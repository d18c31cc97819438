package report

import (
	"strings"
	"testing"

	"slowpoint/model"
	"slowpoint/rules"
)

// TestAlternatives: where any limit of a group will do, the verdict says how many there are and what became of the others.
func TestAlternatives(t *testing.T) {
	h, p := roastHead(), roast(t, model.Slab, rules.Met)
	p.Judgement.Groups[0].Members = []rules.Member{{Name: "Chill, first part", Verdict: rules.NotMet}, {Name: "Chill to store", Verdict: rules.Met}, {Name: "Ice", Verdict: rules.NotApplicable}}
	const want = `"Chill to store" is one of 3 limits of which any will do (group Chilling); the others: "Chill, first part" not met, "Ice" not applicable.`
	if row := p.Row(); !strings.Contains(row.Beside, want) || !strings.Contains(row.Why, want) {
		t.Errorf("the screen and the overview: %s", row.Why)
	}
	if text := writeText(t, h, p); !strings.Contains(text, want) {
		t.Errorf("report.txt does not say it:\n%s", text)
	}
	p.Judgement.Groups[0].Members = p.Judgement.Groups[0].Members[1:2]
	if row := p.Row(); strings.Contains(row.Beside, "any will do") {
		t.Errorf("a group of one: %s", row.Beside)
	}
}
* * * *
Problem to solve
Tally the lines of the listing that hold the string "testing", then reply with that number alone.

Output of the task
2